Genetic mapping of EST-SSRs, SSR and InDels to improve saturation of genomic regions in a previously developed sunflower map
Paola Talia1 · Verónica Nishinakamasu1 · Horacio Esteban Hopp1, 2 · Ruth Amelia Heinz1, 2 · Norma Paniego*1
de Biotecnología, CICVyA, CNIA, INTA Castelar, Buenos Aires, Argentina
*Corresponding autor: email@example.com
Financial support: This work was supported by INTA-AEBIO1330 /241331, and granted from the Agencia Nacional de Promoción Científica y Tecnológica (ANPCyT/ PAV2004-137), Argentina.
Keywords: EST-SSR, InDels, linkage map, SSR, sunflower.
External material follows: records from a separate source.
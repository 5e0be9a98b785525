"""`Signals`: the result of a run, as the tables SPEC names (pandas DataFrames, SI units)."""

from __future__ import annotations

import dataclasses
from typing import TYPE_CHECKING

if TYPE_CHECKING:
    import pandas as pd


@dataclasses.dataclass
class Signals:
    """What a run computed.

    observers: observer (str), point (int), x, y, z (m); theta, phi (rad) for spheres.
    fields: observer, point, t (s), Ex, Ey, Ez (V/m), Bx, By, Bz (T).
    spectra: observer, point, f (Hz), E*_re/E*_im (V·s/m, coherent runs), fluence
        (J/(m²·Hz)), dW_df_dOmega (J/(Hz·sr), spheres); None when no [spectrum] was asked.
    fluence: observer, point, fluence ε0c∫|E|²dt over the window (J/m²), dW_dOmega (J/sr,
        spheres: R² × fluence), method (str: how it was obtained, see lagfield.fluence).
    summary: a dict of run facts (version, run file, checksums, warnings, timings).
    voltages: detector (str), point, t (s), V (V): each detector's analog voltage on the
        field's time grid; None when the run has no [[detectors]].
    digitized: detector, point, t (s), code (int, ADC counts), V (V, code × LSB); None when
        no detector has a digitizer.
    """

    observers: pd.DataFrame
    fields: pd.DataFrame
    spectra: pd.DataFrame | None = None
    summary: dict = dataclasses.field(default_factory=dict)
    fluence: pd.DataFrame | None = None
    voltages: pd.DataFrame | None = None
    digitized: pd.DataFrame | None = None

    def tables(self) -> dict[str, pd.DataFrame]:
        """The tables that exist, by their file stem ("observers", "fields", "spectra",
        "fluence", "voltages", "digitized")."""
        out = {"observers": self.observers, "fields": self.fields}
        optional = {"spectra": self.spectra, "fluence": self.fluence,
                    "voltages": self.voltages, "digitized": self.digitized}
        out.update({name: table for name, table in optional.items() if table is not None})
        return out

    def __getitem__(self, name: str) -> pd.DataFrame:
        return self.tables()[name]

    def write_tables(self, directory, suffix: str, write) -> list[str]:
        """Call write(table, path) for each table, as directory/<name><suffix>; returns
        the file names (for exporters that write one file per table)."""
        from pathlib import Path

        written = []
        for stem, table in self.tables().items():
            write(table, Path(directory) / f"{stem}{suffix}")
            written.append(f"{stem}{suffix}")
        return written
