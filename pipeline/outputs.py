"""Writing results safely: every exporter writes into a fresh temporary directory beside the
target, and only when all have succeeded is it renamed into place, so files appear whole
or not at all. A directory that already holds results is kept unless overwrite is asked."""

from __future__ import annotations

import hashlib
import json
import os
import shutil
import tempfile
from pathlib import Path

from .errors import OutputError

SAFETY_NOTE = ("lagfield gives field estimates only. For radiation dose, RF or laser "
               "exposure and shielding decisions follow local regulations and consult the "
               "facility's radiation-safety officer.")


def sha256(path: Path) -> str:
    digest = hashlib.sha256()
    with open(path, "rb") as stream:
        for block in iter(lambda: stream.read(1 << 20), b""):
            digest.update(block)
    return digest.hexdigest()


def check_target(directory: Path, overwrite: bool) -> None:
    """Refuse (before any work) a directory that holds results, unless overwrite."""
    if directory.exists() and not directory.is_dir():
        raise OutputError(f"output path {directory} exists and is not a directory")
    if directory.is_dir() and any(directory.iterdir()) and not overwrite:
        raise OutputError(f"output directory {directory} already holds results; "
                          "give --overwrite to replace them, or set [output] dir elsewhere")


def _json_default(value):
    if hasattr(value, "item"):
        return value.item()
    if isinstance(value, Path):
        return str(value)
    return str(value)


def write_results(signals, directory: Path, exporters, plugin_options: dict, *,
                  overwrite: bool) -> list[str]:
    """Run every exporter into a temporary directory, add run.json, then move the whole
    directory into place. Returns the file names written."""
    directory = Path(directory)
    check_target(directory, overwrite)
    directory.parent.mkdir(parents=True, exist_ok=True)
    staging = Path(tempfile.mkdtemp(prefix=f".{directory.name}.", suffix=".partial",
                                    dir=directory.parent))
    try:
        written = []
        for exporter in exporters:
            options = dict(plugin_options.get(exporter.name, {}))
            written += list(exporter.write(signals, staging, options) or [])
        with open(staging / "run.json", "w", encoding="utf-8") as stream:
            json.dump(signals.summary, stream, indent=2, default=_json_default)
        written.append("run.json")
        if directory.exists():
            trash = Path(tempfile.mkdtemp(prefix=f".{directory.name}.", suffix=".old",
                                          dir=directory.parent))
            os.replace(directory, trash / directory.name)
            os.replace(staging, directory)
            shutil.rmtree(trash, ignore_errors=True)
        else:
            os.replace(staging, directory)
        return written
    except BaseException:
        shutil.rmtree(staging, ignore_errors=True)
        raise
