"""What is in a track file, and whether its sampling resolves the radiation the motion
implies (`lagfield inspect TRACKS`).

Per particle the strongest bend is found from finite differences: velocity from u (or
from the positions), acceleration from the velocity, radius of curvature
rho = v² / |a_perp|. A charge on a bend of radius rho radiates up to about the critical
frequency omega_c = 3 γ³ c / (2 rho) (Jackson, Classical Electrodynamics, 3rd ed.,
eq. 14.85), over a formation time of about rho / (c γ) in source time. As common practice
the track step should be at most a quarter of that formation time for the motion spline
to reconstruct the bend.
"""

from __future__ import annotations

import math

import numpy as np
from scipy import constants

from .tracks import iter_tracks
from .wording import plural

STEP_FRACTION = 0.25  # largest step / formation time (common practice)
MIN_TURN_RAD = 1e-9  # smaller turns per step count as straight motion
MAX_LISTED = 20  # problem sentences listed in a report


def inspect_tracks(path, **read_options) -> dict:
    """A JSON-serialisable summary of the track file at `path`; `read_options` as for
    `lagfield.read_tracks` (format, columns, units, charge, ...).

    Files without a charge column are inspected with the electron charge unless
    `charge` is given (the charge does not enter any figure here).
    """
    read_options.setdefault("charge", -constants.e)
    samples, spans, gammas, accelerations = [], [], [], []
    bends, problems, straight = [], [], 0
    has_momentum = False
    for track in iter_tracks(path, **read_options):
        has_momentum = track.u is not None
        facts = _analyse(track)
        samples.append(track.n_samples)
        spans.append((float(track.t_s[0]), float(track.t_s[-1])))
        gammas.extend(facts["gamma_range"])
        accelerations.append(facts["peak_acceleration"])
        if facts["bend"] is None:
            straight += 1
            continue
        bends.append(facts["bend"])
        if facts["problem"] is not None:
            problems.append(facts["problem"])
    problems.sort(key=lambda p: -p["factor"])
    strongest = min(bends, key=lambda b: b["radius_m"], default=None)
    return {
        "path": str(path),
        "n_particles": len(samples),
        "n_rows": int(sum(samples)),
        "has_momentum": has_momentum,
        "samples_per_particle": {"min": int(min(samples)), "median": float(np.median(samples)),
                                 "max": int(max(samples))},
        "time_span_s": {"start": min(s[0] for s in spans), "stop": max(s[1] for s in spans)},
        "lorentz_factor": {"min": _finite(min(gammas)) if gammas else None,
                           "max": _finite(max(gammas)) if gammas else None,
                           "from": "ux, uy, uz" if has_momentum else "chord speeds"},
        "peak_acceleration_m_s2": _finite(max(accelerations)),
        "n_straight": straight,
        "n_bent": len(bends),
        "strongest_bend": strongest,
        "max_critical_frequency_hz": max((b["critical_frequency_hz"] for b in bends),
                                         default=None),
        "step_fraction": STEP_FRACTION,
        "resolved": not problems,
        "n_problems": len(problems),
        "problems": problems[:MAX_LISTED],
    }


def inspect_run(run_file, **overrides) -> dict:
    """`inspect_tracks` of the track file a run file names, read with the run's [tracks]
    format, columns, units, charge and tolerances; `overrides` (e.g. format, charge,
    registry) take precedence. The report also names the run file."""
    from .config import load

    tracks = load(run_file).tracks
    options = {k: v for k, v in tracks.read_options().items() if v is not None}
    report = inspect_tracks(tracks.path, **{**options, **overrides})
    return {"run_file": str(run_file), **report}


def _analyse(track) -> dict:
    """Lorentz factor range, peak acceleration, strongest bend and the sampling problem
    (if any) of one track."""
    c = constants.c
    t, r = track.t_s, track.position_m
    facts = {"gamma_range": [], "peak_acceleration": 0.0, "bend": None, "problem": None}
    if len(t) < 2:
        return facts
    dt = np.diff(t)
    if track.u is not None:
        gamma = np.sqrt(1.0 + np.einsum("ij,ij->i", track.u, track.u))
        velocity = c * track.u / gamma[:, None]
        acceleration = _derivative(t, velocity, 1)
        facts["gamma_range"] = [float(gamma.min()), float(gamma.max())]
    else:
        chord = np.linalg.norm(np.diff(r, axis=0), axis=1) / dt
        chord_gamma = 1.0 / np.sqrt(1.0 - (chord / c) ** 2)
        facts["gamma_range"] = [float(chord_gamma.min()), float(chord_gamma.max())]
        velocity = _derivative(t, r, 1)
        acceleration = _derivative(t, r, 2)
        beta2 = np.einsum("ij,ij->i", velocity, velocity) / c**2
        # an interpolating spline may overshoot c between coarse samples: fall back to
        # the (slower) chord speeds there
        slow_beta2 = (np.maximum(np.r_[chord, chord[-1]], np.r_[chord[0], chord]) / c) ** 2
        gamma = 1.0 / np.sqrt(1.0 - np.where(beta2 < 1.0, beta2, slow_beta2))
    facts["peak_acceleration"] = float(np.linalg.norm(acceleration, axis=1).max())
    speed = np.linalg.norm(velocity, axis=1)
    moving = speed > 0
    direction = np.zeros_like(velocity)
    direction[moving] = velocity[moving] / speed[moving, None]
    a_along = np.einsum("ij,ij->i", acceleration, direction)
    a_perp = np.linalg.norm(acceleration - a_along[:, None] * direction, axis=1)
    step = np.maximum(np.r_[dt, dt[-1]], np.r_[dt[0], dt])  # widest step next to a sample
    # finite-difference noise: round-off of u, or of the positions over one step length
    noise = 256 * np.finfo(float).eps
    if track.u is None:
        extent = float(np.abs(r).max())
        with np.errstate(divide="ignore"):
            noise = noise * extent / (speed * step)
    with np.errstate(divide="ignore", invalid="ignore"):
        turn = a_perp * step / speed
    bent = moving & (turn > np.maximum(MIN_TURN_RAD, noise))
    if not bent.any():
        return facts
    radius = np.full_like(speed, np.inf)
    radius[bent] = speed[bent] ** 2 / a_perp[bent]
    k = int(np.argmin(radius))
    omega_c = 3.0 * gamma[k] ** 3 * c / (2.0 * radius[k])  # Jackson eq. 14.85
    facts["bend"] = {"particle": track.particle, "t_s": float(t[k]),
                     "radius_m": float(radius[k]), "gamma": float(gamma[k]),
                     "critical_frequency_hz": float(omega_c / (2 * math.pi))}
    needed = STEP_FRACTION * radius / (c * gamma)  # inf where straight
    ratio = step / needed
    j = int(np.argmax(ratio))
    if ratio[j] > 1.0:
        factor = math.ceil(ratio[j] * (1 - 1e-12))
        advice = f"write tracks at least {factor}x more often"
        if track.u is None:
            advice += " or provide ux, uy, uz"
        facts["problem"] = {
            "particle": track.particle, "t_s": float(t[j]), "step_s": float(step[j]),
            "needed_step_s": float(needed[j]), "factor": factor,
            "message": (f"particle {track.particle}: samples every {_si(step[j], 's')} but "
                        f"the bend at t = {t[j]:.4g} s needs at most {_si(needed[j], 's')}; "
                        f"{advice}."),
        }
    return facts


def _derivative(t, values, order):
    """d^order values / dt^order at the samples, from an interpolating spline of degree
    up to 5 (one-sided differences would blur a coarsely sampled bend)."""
    from scipy.interpolate import make_interp_spline

    degree = min(5, len(t) - 1)
    if degree < order:
        return np.zeros_like(values)
    return make_interp_spline(t, values, k=degree, axis=0).derivative(order)(t)


def format_report(report: dict) -> str:
    """The report of `inspect_tracks` as readable terminal text."""
    spp, span, gamma = (report["samples_per_particle"], report["time_span_s"],
                        report["lorentz_factor"])
    lines = [f"run file: {report['run_file']}"] if "run_file" in report else []
    lines += [
        f"track file: {report['path']}",
        f"particles: {report['n_particles']} ({plural(report['n_rows'], 'row')}; momentum "
        f"columns {'ux, uy, uz present' if report['has_momentum'] else 'absent'})",
        f"samples per particle: min {spp['min']}, median {spp['median']:g}, max {spp['max']}",
        f"time span: {span['start']:.6g} s to {span['stop']:.6g} s "
        f"({_si(span['stop'] - span['start'], 's')})",
    ]
    if gamma["min"] is not None:
        source = gamma["from"]
        if source == "chord speeds":
            source += ", which understate it where bends are sampled coarsely"
        lines.append(f"Lorentz factor: {gamma['min']:.6g} to {gamma['max']:.6g} "
                     f"(from {source})")
    lines.append(f"peak acceleration: {report['peak_acceleration_m_s2']:.4g} m/s^2")
    bend = report["strongest_bend"]
    if bend is None:
        lines.append("bends: none, every track is straight: nothing to resolve.")
        return "\n".join(lines)
    lines.append(
        f"strongest bend: particle {bend['particle']} at t = {bend['t_s']:.6g} s, radius "
        f"{_si(bend['radius_m'], 'm')}, Lorentz factor {bend['gamma']:.4g}, critical "
        f"frequency {_si(bend['critical_frequency_hz'], 'Hz')}")
    lines.append(f"highest critical frequency: {_si(report['max_critical_frequency_hz'], 'Hz')}"
                 f" ({plural(report['n_bent'], 'bent track')}, "
                 f"{plural(report['n_straight'], 'straight track')})")
    rule = (f"steps at most {report['step_fraction']:g} of the formation time rho/(c gamma), "
            "common practice")
    if report["resolved"]:
        lines.append(f"sampling: resolves every bend ({rule}).")
    else:
        lines.append(f"sampling: {plural(report['n_problems'], 'track')} too coarse ({rule}):")
        lines.extend(f"  {p['message']}" for p in report["problems"])
        hidden = report["n_problems"] - len(report["problems"])
        if hidden > 0:
            lines.append(f"  ... and {plural(hidden, 'more track')} like "
                         f"{'this' if hidden == 1 else 'these'}.")
    return "\n".join(lines)


_PREFIXES = [(1e12, "T"), (1e9, "G"), (1e6, "M"), (1e3, "k"), (1.0, ""), (1e-3, "m"),
             (1e-6, "µ"), (1e-9, "n"), (1e-12, "p"), (1e-15, "f"), (1e-18, "a")]


def _si(value: float, unit: str) -> str:
    """`value` with an SI prefix, e.g. 2.0e-12, "s" -> "2 ps"."""
    if value == 0 or not math.isfinite(value):
        return f"{value:g} {unit}"
    for scale, prefix in _PREFIXES:
        if abs(value) >= scale * (1 - 5e-4):
            return f"{value / scale:.3g} {prefix}{unit}"
    return f"{value:.3g} {unit}"


def _finite(value: float) -> float | None:
    return float(value) if math.isfinite(value) else None
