# ---------------------------------------------------------------------------- reading values
def _keys(table, section: str, place: str) -> dict:
    if not isinstance(table, dict):
        raise DetectorError(f"{place}: {section} must be a table")
    allowed = sorted(DETECTOR_KEYS[section])
    for key in table:
        if key not in allowed:
            close = nearest(key, allowed)
            hint = f"did you mean '{close}'?" if close else f"known: {', '.join(allowed)}"
            raise DetectorError(f"{place}: unknown key '{key}' in {section}; {hint}")
    return table


def _require(table: dict, key: str, section: str, place: str):
    if key not in table:
        raise DetectorError(f"{place}: {section} needs '{key}'")
    return table[key]


def _quantity(value, dimension: str, place: str, *, positive: bool = False) -> float:
    try:
        number = to_si(value, dimension, where=place)
    except LagfieldError as exc:
        raise DetectorError(str(exc)) from None
    if positive and not number > 0.0:
        raise DetectorError(f"{place}: must be positive, got {value!r}")
    return number


def _gain(value, place: str) -> float:
    try:
        return gain_factor(value, where=place)
    except LagfieldError as exc:
        raise DetectorError(str(exc)) from None


def _vector(value, dimension: str, place: str) -> tuple:
    if not isinstance(value, list | tuple) or len(value) != 3:
        raise DetectorError(f"{place}: expected a list of 3 values, got {value!r}")
    vector = tuple(_quantity(item, dimension, place) for item in value)
    if not any(vector):
        raise DetectorError(f"{place}: is the zero vector")
    return vector


def _integer(value, place: str, lowest: int, highest: int) -> int:
    if isinstance(value, bool) or not isinstance(value, int) or not lowest <= value <= highest:
        raise DetectorError(f"{place}: expected a whole number from {lowest} to {highest}, "
                            f"got {value!r}")
    return value


def _file(value, base_dir: Path, place: str) -> Path:
    if not isinstance(value, str) or not value:
        raise DetectorError(f"{place}: path must be a file name, got {value!r}")
    path = (Path(base_dir) / value).resolve()
    if not path.is_file():
        raise DetectorError(f"{place}: file {value} does not exist (looked in {path.parent})")
    return path


# ---------------------------------------------------------------------------- files
def read_impulse_response(path: Path, place: str) -> ImpulseResponse:
    """An impulse-response table: CSV with columns t (s, uniform, ≥ 0) and h (1/s)."""
    try:
        table = pd.read_csv(path)
    except Exception as exc:  # pandas raises several classes; all mean "unreadable"
        raise DetectorError(f"{place}: cannot read {path.name} as CSV "
                            f"({type(exc).__name__}: {exc})") from None
    columns = {}
    for column in ("t", "h"):
        if column not in table.columns:
            raise DetectorError(f"{place}: {path.name} has no column '{column}' (columns: "
                                f"{', '.join(map(str, table.columns))}); it needs t (s), h (1/s)")
        values = pd.to_numeric(table[column], errors="coerce").to_numpy(dtype=float)
        bad = np.flatnonzero(~np.isfinite(values))
        if bad.size:
            raise DetectorError(f"{place}: {path.name} column '{column}' row {bad[0] + 1}: "
                                f"not a finite number ({table[column].iloc[bad[0]]!r})")
        columns[column] = values
    t_s = columns["t"]
    if t_s.size < 2:
        raise DetectorError(f"{place}: {path.name} needs at least 2 rows")
    if t_s[0] < 0.0:
        raise DetectorError(f"{place}: {path.name} column 't' row 1: negative time "
                            f"{t_s[0]:.6g} s (a response cannot precede its cause)")
    spacing = np.diff(t_s)
    uneven = np.flatnonzero((np.abs(spacing - spacing[0]) > UNIFORM_TOLERANCE * spacing[0])
                            | (spacing <= 0.0))
    if uneven.size:
        raise DetectorError(f"{place}: {path.name} column 't' row {int(uneven[0]) + 2}: times "
                            f"must increase uniformly (the first rows are {spacing[0]:.6g} s "
                            f"apart)")
    return ImpulseResponse(t_s=t_s, h_per_s=columns["h"], source=path.name)
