"""Impedance matrices, band tables and the linear solves of the full-wave solver.

Everything here belongs to one discretisation (:class:`System`) and does not
depend on frequency until asked: the topology, quadrature, near-pair
corrections, loss-matrix pattern, loop-tree basis.

Band sweeps (perfect ground): the kernel exp(-jkR)/R is expanded in a Taylor
series in k about the centre of each sub-band, so the impedance matrix becomes
a matrix polynomial Z(k) = (j eta / k) sum_j Y_j x^j, x = (k - k0)/h. The Y_j
cost one pass over the quadrature points (one exponential per point pair);
each frequency then costs a Horner evaluation (a few array operations of size
N^2) instead of a fill. This is the expansion used by asymptotic waveform
evaluation for the method of moments ([1]_); the order is chosen from the
remainder bound (h R_max)^(n+1)/(n+1)! and the table is checked against a
direct fill at the sub-band edge. Newman's interpolation of the phase-removed
matrix ([2]_) was tried first; it needs two N^2 complex exponentials per
frequency, which cost more than the LU factorisation at N = 200.

References
----------
.. [1] C. J. Reddy, M. D. Deshpande, C. R. Cockrell and F. B. Beck, "Fast RCS
   computation over a frequency band using method of moments in conjunction
   with asymptotic waveform evaluation technique", IEEE Trans. Antennas
   Propag. 46(8), 1229-1233, 1998. (from memory)
.. [2] E. H. Newman, "Generation of wide-band data from the method of
   moments by interpolating the impedance matrix", IEEE Trans. Antennas
   Propag. 36(12), 1820-1824, 1988. (from memory)
.. [3] J. R. Mautz and R. F. Harrington, "An E-field solution for a
   conducting surface small or comparable to the wavelength", IEEE Trans.
   Antennas Propag. 32(4), 330-339, 1984 (loop-tree decomposition). (from memory)
"""

from __future__ import annotations

import math

import numpy as np
import scipy.linalg as sla
import scipy.sparse as sp
from aerial.core.constants import SPEED_OF_LIGHT as C0

from aerial.core.threads import blas_threads
from aerial.models.fullwave_fields import ETA0, complex_permittivity, fresnel_reflection
from aerial.models.fullwave_geometry import Topology, build_topology
from aerial.models.fullwave_halfspace import remainder_matrices
from aerial.models.fullwave_kernel import Filler
from aerial.models.sommerfeld import sommerfeld_table

from aerial.models.conductor import internal_impedance_per_m

#: Highest Taylor order of a band table before the band is split. [1]
MAX_SERIES_ORDER = 16
#: Relative change of the input impedance between the band table and a direct
#: fill above which the table's order is raised. [1]
SERIES_CHECK_TOLERANCE = 1e-7


def wire_impedance_per_m(radius, frequency, resistivity, relative_permeability):
    """Internal (skin-effect) impedance per metre; zero resistivity is a perfect conductor.

    Parameters
    ----------
    radius : ndarray
        Wire radius. [m]
    frequency : float
        Frequency. [Hz]
    resistivity : ndarray
        Conductor resistivity, 0 for a perfect conductor. [ohm m]
    relative_permeability : ndarray
        Relative permeability of the conductor. [1]

    Returns
    -------
    ndarray of complex
        Z' = R' + j X'. [ohm/m]

    Notes
    -----
    Uses :func:`aerial.models.conductor.internal_impedance_per_m` (the exact
    Bessel form of Ramo, Whinnery and Van Duzer).
    """
    radius, frequency, resistivity, mur = np.broadcast_arrays(radius, frequency, resistivity, relative_permeability)
    out = np.zeros(radius.shape, dtype=complex)
    ok = resistivity > 0
    if np.any(ok):
        out[ok] = np.asarray(internal_impedance_per_m(radius[ok], frequency[ok], resistivity[ok], mur[ok]), dtype=complex)
    return out


def matrix_norm1(z, upper_blocks=None):
    """Largest row sum of |z_ij|: the infinity norm of z, the 1-norm of z^T (and of a symmetric z). [as z]

    Parameters
    ----------
    z : ndarray, shape (N, N)
        The matrix, C order.
    upper_blocks : sequence of int, optional
        Row-block edges 0 = e_0 < ... = N of a symmetric z held only as the
        rectangles z[e_b:e_(b+1), e_b:] (:meth:`SeriesTable.matrix`); nothing
        below them is read. Row i's sum is then its part in its own
        rectangle plus column i of the rectangles above it.

    Returns
    -------
    float
        inf or nan when an entry read is not finite.

    Examples
    --------
    >>> full = np.array([[1.0, -2.0, 0.5], [-2.0, 4.0, 1.0], [0.5, 1.0, -3.0]])
    >>> held = full.copy(); held[1:, 0] = np.nan   # below the first block's rectangle: never read
    >>> matrix_norm1(held, [0, 1, 3]), matrix_norm1(full)
    (7.0, 7.0)
    """
    n = z.shape[0]
    if upper_blocks is None:
        step = max(1, 2**21 // max(n, 1))
        return max((float(np.abs(z[r0 : r0 + step]).sum(axis=1).max()) for r0 in range(0, n, step)), default=0.0)
    sums = np.zeros(n)
    for a, b in zip(upper_blocks[:-1], upper_blocks[1:]):
        mag = np.abs(z[a:b, a:])
        sums[a:b] += mag.sum(axis=1)
        sums[b:] += mag[:, b - a :].sum(axis=0)
    return float(sums.max(initial=0.0)) if np.all(np.isfinite(sums)) else float("nan")
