def main(argv=None) -> int:
    ap = argparse.ArgumentParser(description="Fuzz aerial's commands with mutated site files.")
    ap.add_argument("--count", type=int, default=1000, help="number of cases (default 1000)")
    ap.add_argument("--seed", type=int, default=1, help="run seed (default 1)")
    ap.add_argument("--start", type=int, default=0, help="first case index (default 0)")
    ap.add_argument("--only", type=int, nargs="+", metavar="INDEX", help="run just these case indices")
    ap.add_argument("--workers", type=int, default=max(1, (os.cpu_count() or 2)), help="worker processes")
    ap.add_argument("--timeout", type=float, default=DEFAULT_CASE_TIMEOUT_S, help="seconds per case before it counts as a hang")
    ap.add_argument("--save", metavar="DIR", help="save failing cases as reproducers into DIR")
    ap.add_argument("--json", metavar="FILE", help="write the summary as JSON to FILE")
    ap.add_argument("--show", action="store_true", help="print each case's description and outcomes (with --only)")
    args = ap.parse_args(argv)
    if args.show and args.only:
        for index in args.only:
            case = make_case(args.seed, index)
            print(f"case {index}: {case.description}")
    summary = run_fuzz(args.count, args.seed, workers=args.workers, timeout=args.timeout, start=args.start,
                       only=args.only, save_dir=Path(args.save) if args.save else None, progress=True)
    print(f"{summary.count} cases, seed {summary.seed}, {summary.seconds:.0f} s, {args.workers} workers")
    for cls, n in sorted(summary.outcomes.items(), key=lambda kv: -kv[1]):
        mark = "  FAILURE" if cls in FAILURE_CLASSES else ""
        print(f"  {cls:20s} {n:7d}{mark}")
    for index, description, results in summary.failures[:50]:
        for r in results:
            if r["class"] in FAILURE_CLASSES:
                print(f"case {index} [{r['command']}] {r['class']}: {r['why'][:200]}  <- {description[:160]}")
    if args.json:
        Path(args.json).write_text(json.dumps(summary.as_dict(), indent=2), encoding="utf-8")
    return 1 if summary.failures else 0


if __name__ == "__main__":
    sys.exit(main())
In order to saturate a sunflower genetic map and facilitate marker-assisted selection (MAS) breeding for stress response, it is necessary to enhance map saturation with molecular markers localized in linkage groups associated to genomic regions involved in these traits. This work describes the identification and characterization of 1,134 simple sequence repeat (SSR) containing expressed sequence tags (ESTs) from unigenes available databases. Twelve of these functional markers as well as 41 public SSR markers were successfully localized in linkage groups, thus contributing to the saturation of specific regions on a reference genetic-linkage-map derived from recombinant inbred lines (RIL) mapping population from the cross between PAC2 x RHA266 lines. The enriched map includes 547 markers (231 SSR, 9 EST-SSR, 3 insertions/deletions (InDels) and 304 amplified fragment length polymorphisms (AFLPs) distributed in 17 linkage groups (LG), spanning genetic size to 1,942.3 cM and improving its mean density to 3.6 cM per locus. As consequence, no gaps longer than 13.2 cM remain uncovered throughout the entire map, which increases the feasibility of detecting genes or traits of agronomic importance in sunflower.